A four-decade analysis demonstrates significant, gradual overall survival improvement in MCL, validating the cumulative clinical impact of evolving therapies from chemotherapy to novel agents and transplant.

M2-polarized macrophages drive ibrutinib resistance via the CXCL5/CXCR2 axis; a CXCR2 inhibitor re-sensitizes MCL cells, suggesting a novel combination therapy to overcome BTKi resistance.

This organic chemistry paper describes a method for synthesizing complex molecules and has no direct relevance to mantle cell lymphoma clinical research, treatment, or biology.

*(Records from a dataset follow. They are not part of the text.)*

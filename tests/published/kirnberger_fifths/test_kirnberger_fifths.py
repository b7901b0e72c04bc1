"""Kirnberger's printed fifths against the library's record; see SOURCE.md."""

import math
from fractions import Fraction

import pytest

from layout.job.records import load_library_record

PRINTED = {
    "C-G": Fraction(323) / 216,
    "G-D": Fraction(322) / (215 + Fraction(1, 3)),
    "D-A": Fraction(321) / (214 + Fraction(2, 3)),
    "A-E": Fraction(320) / 214,
}


def cents(ratio):
    return 1200 * math.log2(ratio)


def test_the_printed_fifths_make_a_pure_third():
    assert math.prod(PRINTED.values()) == 5


def test_the_record_s_third_is_exactly_pure():
    assert load_library_record("kirnberger-3").interval(4).fraction == Fraction(5, 4)


@pytest.mark.parametrize("name", PRINTED)
def test_each_printed_fifth_is_the_record_s_to_a_hair(name):
    fifths = {str(fifth): fifth.cents for fifth in load_library_record("kirnberger-3").fifths}
    assert fifths[name] == pytest.approx(cents(PRINTED[name]), abs=0.03)


def test_the_other_eight_are_pure_but_for_the_schisma():
    # algebra: 32805/32768 is 1.954 cents
    narrow = {str(f): -f.wide_cents for f in load_library_record("kirnberger-3").fifths}
    for name in set(narrow) - set(PRINTED) - {"F#-C#"}:
        assert abs(narrow[name]) < 1e-9
    assert narrow["F#-C#"] == pytest.approx(cents(Fraction(32805, 32768)), abs=1e-9)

A case of benign BCL-6-positive cutaneous mantle zone hyperplasia mimics cutaneous lymphoma, highlighting that cyclin-D1 staining remains essential to differentiate this benign entity from cutaneous mantle cell lymphoma.

This review of FDA-approved covalent inhibitors highlights the foundational role of BTK inhibitors (ibrutinib, acalabrutinib, zanubrutinib) in MCL, which established this successful drug development strategy.

IGH/IGK gene rearrangement analysis improves diagnostic accuracy for B-cell lymphomas, with co-occurring IGH and IGK rearrangements being a characteristic feature of mantle cell lymphoma.

The m6A writer METTL3 promotes MCL progression by degrading Ambra1 mRNA via the reader YTHDF2, identifying a novel, potentially targetable therapeutic axis for mantle cell lymphoma.

A case report highlights chylothorax as a rare clinical presentation of mantle cell lymphoma, underscoring the need to consider malignancy in the differential diagnosis of this condition.

Polypharmacy independently predicts worse survival, hospitalization, and infection rates in lymphoid cancers, highlighting the critical need for medication reconciliation and management in the MCL population.

This meta-analysis in TP53-mutated MCL supports targeted therapy frontline and CAR-T or transplant in relapse, but confirms poor long-term survival, highlighting the need for novel approaches.

Real-world data on the ibrutinib, lenalidomide, and rituximab triplet in relapsed/refractory non-Hodgkin lymphoma provides practical insights into the efficacy and safety of this chemotherapy-free regimen.

A US claims analysis shows MCL treatment costs increase substantially with each line of therapy, driven by hospitalizations, underscoring the economic need for more effective, durable frontline regimens.

This case report of sequential follicular lymphoma, MCL, and CML highlights the long-term risk of subsequent malignancies and severe infections (COVID-19-induced HLH) following repeated immunochemotherapy.

This case report of a rectal plasmacytoma misdiagnosed as MCL highlights a critical diagnostic pitfall, emphasizing the need for thorough pathological evaluation to prevent incorrect lymphoma-directed therapy.

This case report describes a rare, rapid progression from acute myopericarditis to pericardial calcification after initial CHOP chemotherapy, highlighting a severe, early-onset cardiotoxicity risk with this regimen.

New prognostic scores, AMOS and AMES, were developed for Indian MCL patients, showing better predictive accuracy than MIPI using simple clinical factors for improved risk stratification.

This first reported case of composite MCL and T-cell prolymphocytic leukemia highlights the diagnostic challenge of co-existing lymphoid malignancies, where an indolent T-PLL clone was present for years before diagnosis.

This MZL case identifies BTK C481S and PLCG2 D334H co-mutations driving zanubrutinib resistance, a mechanism highly relevant to BTKi failure and subsequent treatment strategies in relapsed MCL.